Las ciudades de Cali, Medellín, Bogotá, Valledupar y Popayán han sido escenario de audiencias públicas en torno a la reforma laboral, aprobada en la Cámara de Representantes y ahora en discusión en la Comisión Séptima del Senado. En estos encuentros han participado sectores políticos, centrales obreras, empresarios y académicos, quienes han expuesto sus posturas a favor y en contra del proyecto.
Puntos clave del debate
Eliminación de los contratos sindicales:
Uno de los aspectos más controversiales es la eliminación de esta figura, contemplada en el artículo 67 de la reforma. El ministro de Trabajo, Antonio Sanguino, argumentó que el contrato sindical ha distorsionado el papel de los sindicatos, convirtiéndose en un mecanismo de tercerización que precariza el empleo, especialmente en el sector público. Según Sanguino, la reforma busca fortalecer la estabilidad laboral y garantizar condiciones dignas para los trabajadores.

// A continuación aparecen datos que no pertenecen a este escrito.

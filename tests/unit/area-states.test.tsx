/**
 * What an area shows when a page fails or finds nothing (components/shell/area-error.tsx and
 * area-not-found.tsx): plain words, a way on, and nothing internal. Expected words are the
 * product's own; the areas come from lib/areas.ts.
 */
import { renderToStaticMarkup } from "react-dom/server";
import { describe, expect, test, vi } from "vitest";

const nav = vi.hoisted(() => ({ path: "/" }));
vi.mock("next/navigation", () => ({ usePathname: () => nav.path, useRouter: () => ({ push: () => {}, prefetch: () => {} }) }));

const { AreaError } = await import("@/components/shell/area-error");
const { AreaNotFound } = await import("@/components/shell/area-not-found");
const { paths } = await import("@/lib/paths");

const text = (html: string) => html.replace(/<[^>]+>/g, " ").replace(/\s+/g, " ").trim();

describe("AreaError", () => {
  test("shows a plain message, Try again and the way back, never the error itself", () => {
    const error = Object.assign(new Error("SQLITE_BUSY: database is locked at /srv/data/twinleaf.db"), { digest: "4188721093" });
    const html = renderToStaticMarkup(<AreaError areaKey="veneer" error={error} retry={() => {}} />);
    expect(text(html)).toContain("This page could not be shown");
    expect(text(html)).toContain("Try again");
    expect(html).toContain(`href="${paths.veneer}"`);
    expect(text(html)).toContain("Back to Veneer room");
    for (const secret of ["SQLITE", "locked", "/srv", "4188721093"]) expect(html).not.toContain(secret);
  });
});

describe("AreaNotFound", () => {
  const things = [
    { under: paths.item(""), what: "item", serial: true },
    { under: paths.owner(""), what: "owner" },
  ];

  test.each([
    [paths.item("P-PW2-26-00042-Q"), "No item P-PW2-26-00042-Q", "P-PW2-26-00042-Q"],
    [paths.item("F-WAL-26-00012-7/03"), "No item F-WAL-26-00012-7/03", "F-WAL-26-00012-7/03"],
    [paths.owner("0f9c2a61-7d0e-4f7a-9d55-2c1b6e7a9b10"), "This owner is not registered", null],
    [`${paths.item("")}${"X".repeat(40)}`, "This item is not registered", null],
    [`${paths.item("")}%E0%A4%A`, "This item is not registered", null],
    ["/register/somewhere", "This page is not registered", null],
  ])("at %s the heading is “%s”", (path, heading, serial) => {
    nav.path = path;
    const html = renderToStaticMarkup(<AreaNotFound areaKey="register" things={things} />);
    expect(text(/<h1[^>]*>(.*?)<\/h1>/s.exec(html)![1]!)).toBe(heading);
    if (serial) expect(html).toContain(`<span class="serial">${serial}</span>`);
    // An internal id is never repeated back.
    expect(html).not.toContain("0f9c2a61");
    expect(html).toContain(`href="${paths.register}"`);
  });
});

Sin embargo, desde las centrales obreras y sectores sindicales, se cuestiona esta decisión, advirtiendo que eliminar los contratos sindicales restringiría la capacidad de los sindicatos para negociar directamente con los empleadores y gestionar beneficios para sus afiliados. Andrés Botero, presidente de la Cámara Ambiental del Plástico, sostuvo que esta figura permite a los sindicatos administrar recursos, instalaciones y beneficios, y su eliminación afectaría su operatividad.

Formalización del contrato de aprendizaje:
Otro punto de debate ha sido la propuesta de incluir el contrato de aprendizaje dentro del régimen laboral tradicional, con el fin de otorgar mayor estabilidad y mejores condiciones a los estudiantes en formación técnica y tecnológica.
Esta medida ha sido respaldada por sectores estudiantiles y el representante a la Cámara Alfredo Mondragón, quien destacó que en 2024 se firmaron más de 293.000 contratos de aprendizaje en grandes empresas y más de 50.000 en medianas empresas, mientras que las micro y pequeñas empresas han tenido una participación mínima.
Por su parte, sectores empresariales advierten que la formalización de estos contratos podría representar un incremento del 45% en la carga prestacional, lo que podría desincentivar la contratación de aprendices. María Jimena Escandón, representante de la firma de abogados Orza, señaló que la medida pondría en riesgo el modelo actual de formación, aumentando costos y generando mayor informalidad laboral.
El debate sobre la reforma laboral continuará en el Senado, donde se espera una discusión amplia sobre estos puntos antes de su posible aprobación. La iniciativa sigue generando posiciones encontradas, con sindicatos y sectores estudiantiles exigiendo mayores garantías laborales, mientras que los empresarios advierten sobre los efectos económicos que podría generar.